Oh won’t you please take me localhost??

snugglebutt ,
@snugglebutt@lemmy.blahaj.zone avatar

no place like ~/

Fades ,

Why are females typed differently than males instead of a base class human with a gender identity parameter? Why would human anything have a function called young?? What would that function even do???

purplemonkeymad ,

HumanFemales and HumanM both inherit from the Ape base class, it’s from an older java code base. We tried to change it once but it turned out the person that had written had retired and any changes we made just broke stuff.

Fades ,

Haha, I like this answer!

cheddar ,
@cheddar@programming.dev avatar

The young method returns a boolean parameter. Females have a different type for obvious biological discrepancies that require extra functionality.

Fades ,

I can accept your second point, but in your PR I would absolutely request you to rename the method to isYoung, and then in making said comment I would then ask… what value isYoung providing, and where is the line between young and !young ultimately for trying to get the dev to reevaluate the design. It’s hyper specific in an obtuse manner and I think it hints at design flaws especially with the perspective of product evolution

qarbone ,

Could be a subclass. However, it should just be an ‘is’ method which is passed the array of [young, pretty] as input

hark , in C++
@hark@lemmy.world avatar

The graph goes up for me when I find my comfortable little subset of C++ but goes back down when I encounter other people’s comfortable little subset of C++ or when I find/remember another footgun I didn’t know/forgot about.

henfredemars ,

When I became a team leader at my last job, my first priority was making a list of parts of the language we must never use because of our high reliability requirement.

brisk ,

Care to share any favourites?

henfredemars ,

strtok is a worst offender that comes to mind.
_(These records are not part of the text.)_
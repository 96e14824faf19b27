// Detail files the tests share: plane walls of layers and an external corner with isothermal faces.
#pragma once

#include <fmt/format.h>

#include <string>
#include <vector>

#include "../test_support.h"

namespace edgeflux::test {

/// The body of the two-layer wall many input tests break one thing in: 200 mm brick (λ 0.8),
/// 100 mm EPS (λ 0.035), 1 m high, inner face Rsi horizontal at 20 °C, outer face Rse at −5 °C.
/// Tests that check line numbers rely on its exact text.
inline std::string two_layer_wall_body() {
  return R"(
  <materials>
    <material id="brick" conductivity="0.8" source="test value"/>
    <material id="eps" conductivity="0.035" source="test value"/>
  </materials>
  <regions>
    <rectangle name="brick" material="brick" from="0,0" to="200,1000"/>
    <rectangle name="insulation" material="eps" from="200,0" to="300,1000"/>
  </regions>
  <environments>
    <environment id="in" temperature="20" side="interior"/>
    <environment id="out" temperature="-5" side="exterior"/>
  </environments>
  <boundaries>
    <surface name="inner face" environment="in" resistance="rsi-horizontal" path="0,1000 0,0"/>
    <surface name="outer face" environment="out" resistance="rse" path="300,0 300,1000"/>
  </boundaries>)";
}

struct WallLayer {
  std::string material;
  double conductivity;  ///< W/(m·K)
  double thickness_mm;
};

/// A plane wall of layers from x = 0 (inside face, Rsi horizontal, "in" at `inside_c`, interior)
/// to the outside face (Rse, "out" at `outside_c`, exterior), `height_mm` high; `extra` is added
/// after the boundaries (probes, flanking elements).
inline std::string layered_wall(const std::vector<WallLayer>& layers, double height_mm, double inside_c, double outside_c,
                                const std::string& extra = "") {
  std::string materials, regions;
  double x = 0.0;
  for (const WallLayer& l : layers) {
    materials += fmt::format("    <material id=\"{}\" conductivity=\"{}\" source=\"test value\"/>\n", l.material, l.conductivity);
    regions += fmt::format("    <rectangle material=\"{}\" from=\"{},0\" to=\"{},{}\"/>\n", l.material, x, x + l.thickness_mm, height_mm);
    x += l.thickness_mm;
  }
  return detail_xml(fmt::format(R"(
  <materials>
{}  </materials>
  <regions>
{}  </regions>
  <environments>
    <environment id="in" temperature="{}" side="interior"/>
    <environment id="out" temperature="{}" side="exterior"/>
  </environments>
  <boundaries>
    <surface name="inside" environment="in" resistance="rsi-horizontal" path="0,{} 0,0"/>
    <surface name="outside" environment="out" resistance="rse" path="{},0 {},{}"/>
  </boundaries>{})",
                                materials, regions, inside_c, outside_c, height_mm, x, x, height_mm, extra));
}

/// An L-shaped wall of one material (λ given), thickness 0.25 m, legs 1.5 m from the outer corner
/// (1.25 m from the inner one), inner faces fixed at 1 °C ("warm"), outer faces at 0 °C ("cold"),
/// leg ends adiabatic; in metres.
inline std::string isothermal_corner(double conductivity) {
  return fmt::format(R"(<edgeflux-detail format="1" units="m">
  <materials><material id="m" conductivity="{}" source="test value"/></materials>
  <regions><polygon material="m" points="0,0 1.5,0 1.5,0.25 0.25,0.25 0.25,1.5 0,1.5"/></regions>
  <environments><environment id="warm" temperature="1"/><environment id="cold" temperature="0"/></environments>
  <boundaries>
    <fixed-temperature environment="warm" path="1.5,0.25 0.25,0.25 0.25,1.5"/>
    <fixed-temperature environment="cold" path="0,1.5 0,0 1.5,0"/>
  </boundaries></edgeflux-detail>)", conductivity);
}

}  // namespace edgeflux::test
Global state. Pretty much just waiting to bite you in the ass and it did, multiple times.

mormegil , (edited )
@mormegil@programming.dev avatar

Sure, strtok is a terrible misfeature, a relic of ancient times, but it’s plainly the heritage of C, not C++ (just like e.g. strcpy). The C++ problems are things like braced initialization list having different meaning depending on the set of available constructors, or the significantly non-zero cost of various abstractions, caused by strange backward-compatible limitations of the standard/ABI definitions, or the distinctness of vector<bool> etc.

henfredemars ,

No you are right! Honestly it was several years ago and I struggled to remember exactly what I came up with before I left.
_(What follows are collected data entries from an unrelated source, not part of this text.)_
// Adaptive refinement and its error bars: the bars must contain the difference to converged
// reference values, refinement must terminate, and the conformity check must pass.
#include <doctest/doctest.h>

#include <cmath>
#include <filesystem>
#include <sys/wait.h>

#include "../support/run_program.h"
#include "../support/fixtures.h"
#include "../test_support.h"
#include "validation/iso10211_conformity.h"

using namespace edgeflux;

TEST_CASE("Richardson estimate: a fitted rate between 0.5 and 0.6 is used as is, so the bar is exact (exact algebra)") {
  const std::vector<int> nodes = {1000, 1800, 3300};
  std::vector<double> values;
  for (int n : nodes) values.push_back(2.0 + 3.0 * std::pow(n, -0.55));
  const ErrorEstimate e = richardson_estimate(nodes, values);
  CHECK(e.observed_rate == doctest::Approx(0.55).epsilon(1e-6));
  CHECK(e.error == doctest::Approx(3.0 * std::pow(3300.0, -0.55)).epsilon(1e-6));
  // With only two levels there is no fit: the bar takes the slowest rate, 0.5.
  const ErrorEstimate two = richardson_estimate({1000, 1800}, {values[0], values[1]});
  const double change = values[1] - values[0];
  CHECK(two.error == doctest::Approx(std::abs(change) * std::pow(1800.0, -0.5) / (std::pow(1000.0, -0.5) - std::pow(1800.0, -0.5))).epsilon(1e-12));
}

TEST_CASE("Richardson estimate: exact for Q = Q∞ + C N^-0.5, observed rate recovered for N^-1 (exact algebra)") {
  const std::vector<int> nodes = {1000, 1800, 3300};
  std::vector<double> slow, fast;
  for (int n : nodes) slow.push_back(2.0 + 3.0 / std::sqrt(n)), fast.push_back(2.0 + 3.0 / n);
  const ErrorEstimate e = richardson_estimate(nodes, slow);
  CHECK(e.error == doctest::Approx(3.0 / std::sqrt(3300.0)).epsilon(1e-9));
  CHECK(e.observed_rate == doctest::Approx(0.5).epsilon(1e-6));
  const ErrorEstimate f = richardson_estimate(nodes, fast);
  CHECK(f.observed_rate == doctest::Approx(1.0).epsilon(1e-6));
  // The rate behind the bar stops at 0.6: a fast-converging error is overstated, never understated.
  CHECK(f.error >= 3.0 / 3300.0);
  // The change is the larger of the last one and the one before, scaled by (N_prev/N_last)^a.
  const double a = 0.6;
  const double change = std::max(3.0 * (1.0 / 1800 - 1.0 / 3300), 3.0 * (1.0 / 1000 - 1.0 / 1800) * std::pow(1800.0 / 3300, a));
  CHECK(f.error == doctest::Approx(change * std::pow(3300.0, -a) / (std::pow(1800.0, -a) - std::pow(3300.0, -a))).epsilon(1e-9));
}

TEST_CASE("Case 2: the heat-flow error bar contains the difference to the converged 9.4915 W/m, at two targets") {
  // Computed reference: converged Φ = 9.4915 W/m from two independent fine-mesh calculations
  // (quadratic finite elements; a second-order finite-volume code) agreeing to 1e-4 W/m.
  for (double target : {1e-3, 1e-4}) {
    CalculationOptions options;
    options.target.coupling_relative = target;
    const Calculation calc = test::solve_file("tests/reference/iso10211_case2.xml", options);
    REQUIRE(calc.convergence.target_met);
    REQUIRE(calc.convergence.coupling_2d);
    const double flow_bar = calc.convergence.coupling_2d->error * 20.0;  // L2D × ΔT
    const double flow = calc.heat_loss.field.environments[0].heat_flow;
    CAPTURE(target);
    CAPTURE(flow);
    CAPTURE(flow_bar);
    CHECK(std::abs(flow - 9.4915) <= flow_bar + 1e-4);
    CHECK(flow_bar <= target * 9.4915 * 1.0001);  // and the bar meets the target it claims
  }
}

TEST_CASE("external corner: the error bar of S contains the difference to the fine-mesh 0.5587 ± 0.0003") {
  const std::string text = test::isothermal_corner(1);
  for (double target : {1e-3, 1e-4}) {
    CalculationOptions options;
    options.target.coupling_relative = target;
    const Calculation calc = calculate(parse_detail_text(text, "corner.xml"), options);
    REQUIRE(calc.convergence.target_met);
    const double shape = calc.heat_loss.field.environments[0].heat_flow - 10.0;  // λ = 1, ΔT = 1, a/t = b/t = 5
    const double bar = calc.convergence.coupling_2d->error;
    CAPTURE(target);
    CAPTURE(shape);
    CAPTURE(bar);
    CHECK(std::abs(shape - 0.5587) <= bar + 0.0003);  // computed fine-mesh reference 0.5587 ± 0.0003
  }
}

TEST_CASE("Case 1: each probe's error bar contains its difference to the series solution") {
  const Calculation calc = test::solve_file("tests/reference/iso10211_case1.xml");
  REQUIRE(calc.convergence.target_met);
  CHECK(calc.convergence.singular_heat_flow);  // 20 °C meets 0 °C at the top corner
  REQUIRE(calc.convergence.probes.size() == calc.heat_loss.field.probes.size());
  for (std::size_t i = 0; i < calc.convergence.probes.size(); ++i) {
    const ProbeReading& p = calc.heat_loss.field.probes[i];
    const double exact = iso10211_case1_series(p.at.x, p.at.y, 2.0);  // Incropera & DeWitt series
    CAPTURE(p.name);
    CHECK(std::abs(p.temperature - exact) <= calc.convergence.probes[i].error + 1e-6);
  }
}

TEST_CASE("refinement terminates on every shipped detail, example and reference file") {
  for (const char* folder : {"examples", "tests/reference", "details"}) {
    for (const std::string& file : test::detail_files_in(folder)) {
      CAPTURE(file);
      const Calculation calc = calculate(read_detail_file(file), {});
      CHECK(calc.convergence.target_met);
      CHECK(calc.convergence.levels.size() >= 3);
      CHECK(calc.mesh.n_points() < 2'000'000);
    }
  }
}

TEST_CASE("the conformity subcommand passes and names the classification (ISO 10211 Annex C, Cases 1 and 2)") {
  const auto [exit_code, output] = test::run_program("conformity -q");
  CHECK(exit_code == 0);
  CHECK(output.find("0 outside tolerance") != std::string::npos);
  CHECK(output.find("high-precision method") != std::string::npos);
  const ConformityReport report = iso10211_conformity();
  CHECK(report.rows.size() == 38);  // 28 points of Case 1, 9 points and the heat flow of Case 2
  CHECK(report.passed());
}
In our application we for example never use dynamic memory allocation. It has to be done very carefully so we don’t crash. Problem is there’s lots of sneaky ways one can accidentally do it from the standard library.

uis ,

Faust bless those who added strtok_s to C11.

LANIK2000 ,

That’s one thing that always shocks me. You can have two people writing C++ and have them both not understand what the other is writing. C++ has soo many random and contradictory design patterns, that two people can literally use it as if it were 2 separate languages.

ChaoticNeutralCzech ,

my comfortable little subset of C++

I also have one. I call it “C”

hark ,
@hark@lemmy.world avatar

C is almost the perfect subset for me, but then I miss templates (almost exclusively for defining generic data structures) and automatic cleanup. That’s why I’m so interested in Zig with its comptime and defer features.

jas0n ,

You may also like Odin if you haven’t already started zig. It’s less of a learning curve and feels more like what c should have always been. It has defer and simple generics, but doesn’t have the magic of comptime.

uis ,

Damm, C23 has a lot of changes. Some of them are really good, some of them I strongly dislike(keyword auto, addition of nullptr).